[Stored items from a collection]
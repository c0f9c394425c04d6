"""The report page's inline style sheet: a warm paper background, teal for the data, amber for warnings."""

STYLE = """
:root { --ink:#1f2430; --muted:#5d6475; --paper:#f7f5f0; --card:#ffffff; --line:#dcd8ce; --accent:#1b6f6a;
  --accent-soft:#d5ebe8; --warm:#a4501b; --warm-soft:#fbeadb; }
* { box-sizing:border-box; }
body { margin:0; background:var(--paper); color:var(--ink);
  font:15px/1.5 system-ui, -apple-system, "Segoe UI", Roboto, "Helvetica Neue", Arial, sans-serif; }
main { max-width:1000px; margin:0 auto; padding:28px 22px 48px; }
header { border-left:6px solid var(--accent); padding:4px 0 4px 18px; margin-bottom:22px; }
header .kicker { text-transform:uppercase; letter-spacing:.12em; font-size:12px; color:var(--accent); margin:0; }
header h1 { font-size:24px; margin:4px 0 8px; font-weight:650; }
header p.job { margin:0; font-size:17px; max-width:60em; }
code, .mono { font-family:ui-monospace, "SFMono-Regular", Menlo, Consolas, monospace; font-size:.92em; }
section { background:var(--card); border:1px solid var(--line); border-radius:10px; padding:18px 20px;
  margin:0 0 18px; }
section h2 { font-size:16px; margin:0 0 12px; letter-spacing:.02em; }
section .hint { color:var(--muted); margin:6px 0 0; font-size:13px; }
.warnings { background:var(--warm-soft); border:1px solid #e8c3a2; border-left:6px solid var(--warm); }
.warnings h2 { color:var(--warm); }
.warnings ul { margin:0; padding-left:20px; }
.clean { color:var(--accent); background:var(--accent-soft); border-color:#b7dcd7; }
.clean h2 { color:var(--accent); }
.tiles { display:grid; grid-template-columns:repeat(auto-fill, minmax(150px, 1fr)); gap:10px; margin:0; }
.tiles div { border:1px solid var(--line); border-radius:8px; padding:8px 10px; background:#fcfbf8; }
.tiles dt { font-size:12px; color:var(--muted); }
.tiles dd { margin:2px 0 0; font-size:18px; font-variant-numeric:tabular-nums; }
.tiles dd.bad { color:var(--warm); font-weight:650; }
table { border-collapse:collapse; width:100%; font-variant-numeric:tabular-nums; font-size:14px; }
th { text-align:right; font-weight:600; color:var(--muted); font-size:12px; border-bottom:2px solid var(--line);
  padding:6px 8px; }
td { text-align:right; padding:5px 8px; border-bottom:1px solid #ece9e1; }
th:first-child, td:first-child { text-align:left; }
table.metrics { width:auto; min-width:62%; }
td.note { text-align:left; color:var(--muted); font-style:italic; }
tr.aliased td { color:var(--muted); background:#f3f1ec; }
.charts { display:grid; grid-template-columns:repeat(auto-fit, minmax(400px, 1fr)); gap:14px; }
figure { margin:0; }
figure h3 { font-size:14px; margin:0 0 4px; color:var(--accent); }
figcaption { font-size:13px; color:var(--muted); margin-top:4px; }
svg.chart { max-width:100%; height:auto; font-family:inherit; }
svg .frame { fill:none; stroke:#b9b4a8; }
svg .grid { stroke:#ece9e1; }
svg .tick { font-size:11px; fill:var(--muted); }
svg .axis-label { font-size:12px; fill:var(--ink); }
svg .term { font-size:12px; fill:var(--ink); }
svg .chance, svg .no-effect { stroke:#9a958a; stroke-dasharray:4 4; }
svg .curve { fill:none; stroke:var(--accent); stroke-width:2.4; stroke-linejoin:round; }
svg .interval { stroke:var(--accent); stroke-width:2; }
svg .estimate { fill:var(--accent); stroke:#fff; stroke-width:1.2; }
svg .estimate.penalised { fill:#fff; stroke:var(--accent); stroke-width:2; }
svg .rate.tpr { fill:var(--warm); stroke:#fff; stroke-width:1.2; }
svg .rate.fpr { fill:#fff; stroke:var(--ink); stroke-width:1.6; }
svg .step { fill:var(--accent-soft); stroke:#fff; }
svg .aliased-note { font-size:12px; fill:var(--warm); font-style:italic; }
svg .cut-off { font-size:11px; fill:var(--warm); }
svg .badge { font-size:14px; font-weight:650; fill:var(--accent); }
section h3 { font-size:14px; margin:16px 0 6px; }
.warnings h3 { color:var(--warm); margin:8px 0 4px; }
table.identity { width:auto; }
table.identity th { text-align:left; font-size:13px; border-bottom:1px solid #ece9e1; padding-right:28px; }
table.identity td { text-align:left; }
table.data th:nth-child(-n+3), table.data td:nth-child(-n+3), table.data th:last-child,
  table.data td.values { text-align:left; }
table.confusion { width:auto; min-width:60%; }
table.confusion tbody th { text-align:left; border-bottom:1px solid #ece9e1; }
table.confusion td span { display:block; font-size:12px; color:var(--muted); }
table.confusion td.hit { background:var(--accent-soft); }
table.confusion td.miss { background:var(--warm-soft); }
tr.shifted td { color:var(--warm); font-weight:600; }
.cautions { font-size:13px; color:var(--muted); background:transparent; }
footer { font-size:12px; color:var(--muted); text-align:center; }
"""
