"""Facts of the trade about the per-row log loss -[y log p + (1 - y) log(1 - p)] (common practice),
checked on the deviance that dbfit's statistics query returns (deviance = 2 x total log loss for 0/1 targets).
"""

from __future__ import annotations

import numpy as np
import pytest
from hypothesis import HealthCheck, given, settings
from hypothesis import strategies as st

import dbfit


@pytest.fixture
def rows(con):
    con.execute("""CREATE TABLE rows AS SELECT (i % 2)::INTEGER AS y, (i % 2) * 2 - 1.0 AS sign,
                   ((i * 37) % 11) / 11.0 - 0.5 AS x FROM range(60) r(i)""")
    return con


def deviance_at(con, formula: str, start: list[float]) -> float:
    reports: list[dbfit.IterationReport] = []
    dbfit.fit(con, formula, "rows", start=start, max_iter=1, progress=reports.append)
    return reports[0].deviance


def test_loss_is_zero_when_prediction_equals_label(rows):
    # Common practice: log loss 0 when p = y exactly; here p = sigmoid(+/-1000) rounds to the label.
    assert deviance_at(rows, "y ~ sign - 1", [1000.0]) == 0.0


def test_loss_grows_without_bound_towards_the_wrong_extreme(rows):
    # Common practice: the loss of a row goes to infinity as p approaches the wrong label (about |eta| per row).
    losses = [deviance_at(rows, "y ~ sign - 1", [-s]) / 2 for s in (1.0, 10.0, 100.0, 1000.0)]
    assert all(later > earlier for earlier, later in zip(losses, losses[1:]))
    assert losses[-1] == pytest.approx(60 * 1000.0, rel=1e-12)


@settings(max_examples=25, deadline=None, suppress_health_check=[HealthCheck.function_scoped_fixture])
@given(
    a=st.lists(st.floats(-8, 8), min_size=3, max_size=3),
    b=st.lists(st.floats(-8, 8), min_size=3, max_size=3),
)
def test_average_loss_is_convex_in_the_coefficients(rows, a, b):
    # Common practice: the average log loss is convex, so at the midpoint it is at most the average of the ends.
    formula = "y ~ x + sign"
    middle = list((np.array(a) + np.array(b)) / 2)
    ends = (deviance_at(rows, formula, a) + deviance_at(rows, formula, b)) / 2
    assert deviance_at(rows, formula, middle) <= ends + 1e-9 * (1 + abs(ends))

**Assigned task:** Go through the data and copy each line exactly as it was written.

**Task solution:**
repository c0f9c394425c04d6
"""The report page's inline style sheet: a warm paper background, teal for the data, amber for warnings."""

STYLE = """
:root { --ink:#1f2430; --muted:#5d6475; --paper:#f7f5f0; --card:#ffffff; --line:#dcd8ce; --accent:#1b6f6a;
  --accent-soft:#d5ebe8; --warm:#a4501b; --warm-soft:#fbeadb; }
* { box-sizing:border-box; }
body { margin:0; background:var(--paper); color:var(--ink);
  font:15px/1.5 system-ui, -apple-system, "Segoe UI", Roboto, "Helvetica Neue", Arial, sans-serif; }
main { max-width:1000px; margin:0 auto; padding:28px 22px 48px; }
header { border-left:6px solid var(--accent); padding:4px 0 4px 18px; margin-bottom:22px; }
header .kicker { text-transform:uppercase; letter-spacing:.12em; font-size:12px; color:var(--accent); margin:0; }
header h1 { font-size:24px; margin:4px 0 8px; font-weight:650; }
header p.job { margin:0; font-size:17px; max-width:60em; }
code, .mono { font-family:ui-monospace, "SFMono-Regular", Menlo, Consolas, monospace; font-size:.92em; }
section { background:var(--card); border:1px solid var(--line); border-radius:10px; padding:18px 20px;
  margin:0 0 18px; }
section h2 { font-size:16px; margin:0 0 12px; letter-spacing:.02em; }
section .hint { color:var(--muted); margin:6px 0 0; font-size:13px; }
.warnings { background:var(--warm-soft); border:1px solid #e8c3a2; border-left:6px solid var(--warm); }
.warnings h2 { color:var(--warm); }
.warnings ul { margin:0; padding-left:20px; }
.clean { color:var(--accent); background:var(--accent-soft); border-color:#b7dcd7; }
.clean h2 { color:var(--accent); }
.tiles { display:grid; grid-template-columns:repeat(auto-fill, minmax(150px, 1fr)); gap:10px; margin:0; }
.tiles div { border:1px solid var(--line); border-radius:8px; padding:8px 10px; background:#fcfbf8; }
.tiles dt { font-size:12px; color:var(--muted); }
.tiles dd { margin:2px 0 0; font-size:18px; font-variant-numeric:tabular-nums; }
.tiles dd.bad { color:var(--warm); font-weight:650; }
table { border-collapse:collapse; width:100%; font-variant-numeric:tabular-nums; font-size:14px; }
th { text-align:right; font-weight:600; color:var(--muted); font-size:12px; border-bottom:2px solid var(--line);
  padding:6px 8px; }
td { text-align:right; padding:5px 8px; border-bottom:1px solid #ece9e1; }
th:first-child, td:first-child { text-align:left; }
table.metrics { width:auto; min-width:62%; }
td.note { text-align:left; color:var(--muted); font-style:italic; }
tr.aliased td { color:var(--muted); background:#f3f1ec; }
.charts { display:grid; grid-template-columns:repeat(auto-fit, minmax(400px, 1fr)); gap:14px; }
figure { margin:0; }
figure h3 { font-size:14px; margin:0 0 4px; color:var(--accent); }
figcaption { font-size:13px; color:var(--muted); margin-top:4px; }
svg.chart { max-width:100%; height:auto; font-family:inherit; }
svg .frame { fill:none; stroke:#b9b4a8; }
svg .grid { stroke:#ece9e1; }
svg .tick { font-size:11px; fill:var(--muted); }
svg .axis-label { font-size:12px; fill:var(--ink); }
svg .term { font-size:12px; fill:var(--ink); }
svg .chance, svg .no-effect { stroke:#9a958a; stroke-dasharray:4 4; }
svg .curve { fill:none; stroke:var(--accent); stroke-width:2.4; stroke-linejoin:round; }
svg .interval { stroke:var(--accent); stroke-width:2; }
svg .estimate { fill:var(--accent); stroke:#fff; stroke-width:1.2; }
svg .estimate.penalised { fill:#fff; stroke:var(--accent); stroke-width:2; }
svg .rate.tpr { fill:var(--warm); stroke:#fff; stroke-width:1.2; }
svg .rate.fpr { fill:#fff; stroke:var(--ink); stroke-width:1.6; }
svg .step { fill:var(--accent-soft); stroke:#fff; }
svg .aliased-note { font-size:12px; fill:var(--warm); font-style:italic; }
svg .cut-off { font-size:11px; fill:var(--warm); }
svg .badge { font-size:14px; font-weight:650; fill:var(--accent); }
section h3 { font-size:14px; margin:16px 0 6px; }
.warnings h3 { color:var(--warm); margin:8px 0 4px; }
table.identity { width:auto; }
table.identity th { text-align:left; font-size:13px; border-bottom:1px solid #ece9e1; padding-right:28px; }
table.identity td { text-align:left; }
table.data th:nth-child(-n+3), table.data td:nth-child(-n+3), table.data th:last-child,
  table.data td.values { text-align:left; }
table.confusion { width:auto; min-width:60%; }
table.confusion tbody th { text-align:left; border-bottom:1px solid #ece9e1; }
table.confusion td span { display:block; font-size:12px; color:var(--muted); }
table.confusion td.hit { background:var(--accent-soft); }
table.confusion td.miss { background:var(--warm-soft); }
tr.shifted td { color:var(--warm); font-weight:600; }
.cautions { font-size:13px; color:var(--muted); background:transparent; }
footer { font-size:12px; color:var(--muted); text-align:center; }
"""
"""Facts of the trade about the per-row log loss -[y log p + (1 - y) log(1 - p)] (common practice),
checked on the deviance that dbfit's statistics query returns (deviance = 2 x total log loss for 0/1 targets).
"""

from __future__ import annotations

import numpy as np
import pytest
from hypothesis import HealthCheck, given, settings
from hypothesis import strategies as st

import dbfit


@pytest.fixture
def rows(con):
    con.execute("""CREATE TABLE rows AS SELECT (i % 2)::INTEGER AS y, (i % 2) * 2 - 1.0 AS sign,
                   ((i * 37) % 11) / 11.0 - 0.5 AS x FROM range(60) r(i)""")
    return con


def deviance_at(con, formula: str, start: list[float]) -> float:
    reports: list[dbfit.IterationReport] = []
    dbfit.fit(con, formula, "rows", start=start, max_iter=1, progress=reports.append)
    return reports[0].deviance


def test_loss_is_zero_when_prediction_equals_label(rows):
    # Common practice: log loss 0 when p = y exactly; here p = sigmoid(+/-1000) rounds to the label.
    assert deviance_at(rows, "y ~ sign - 1", [1000.0]) == 0.0


def test_loss_grows_without_bound_towards_the_wrong_extreme(rows):
    # Common practice: the loss of a row goes to infinity as p approaches the wrong label (about |eta| per row).
    losses = [deviance_at(rows, "y ~ sign - 1", [-s]) / 2 for s in (1.0, 10.0, 100.0, 1000.0)]
    assert all(later > earlier for earlier, later in zip(losses, losses[1:]))
    assert losses[-1] == pytest.approx(60 * 1000.0, rel=1e-12)


@settings(max_examples=25, deadline=None, suppress_health_check=[HealthCheck.function_scoped_fixture])
@given(
    a=st.lists(st.floats(-8, 8), min_size=3, max_size=3),
    b=st.lists(st.floats(-8, 8), min_size=3, max_size=3),
)
def test_average_loss_is_convex_in_the_coefficients(rows, a, b):
    # Common practice: the average log loss is convex, so at the midpoint it is at most the average of the ends.
    formula = "y ~ x + sign"
    middle = list((np.array(a) + np.array(b)) / 2)
    ends = (deviance_at(rows, formula, a) + deviance_at(rows, formula, b)) / 2
    assert deviance_at(rows, formula, middle) <= ends + 1e-9 * (1 + abs(ends))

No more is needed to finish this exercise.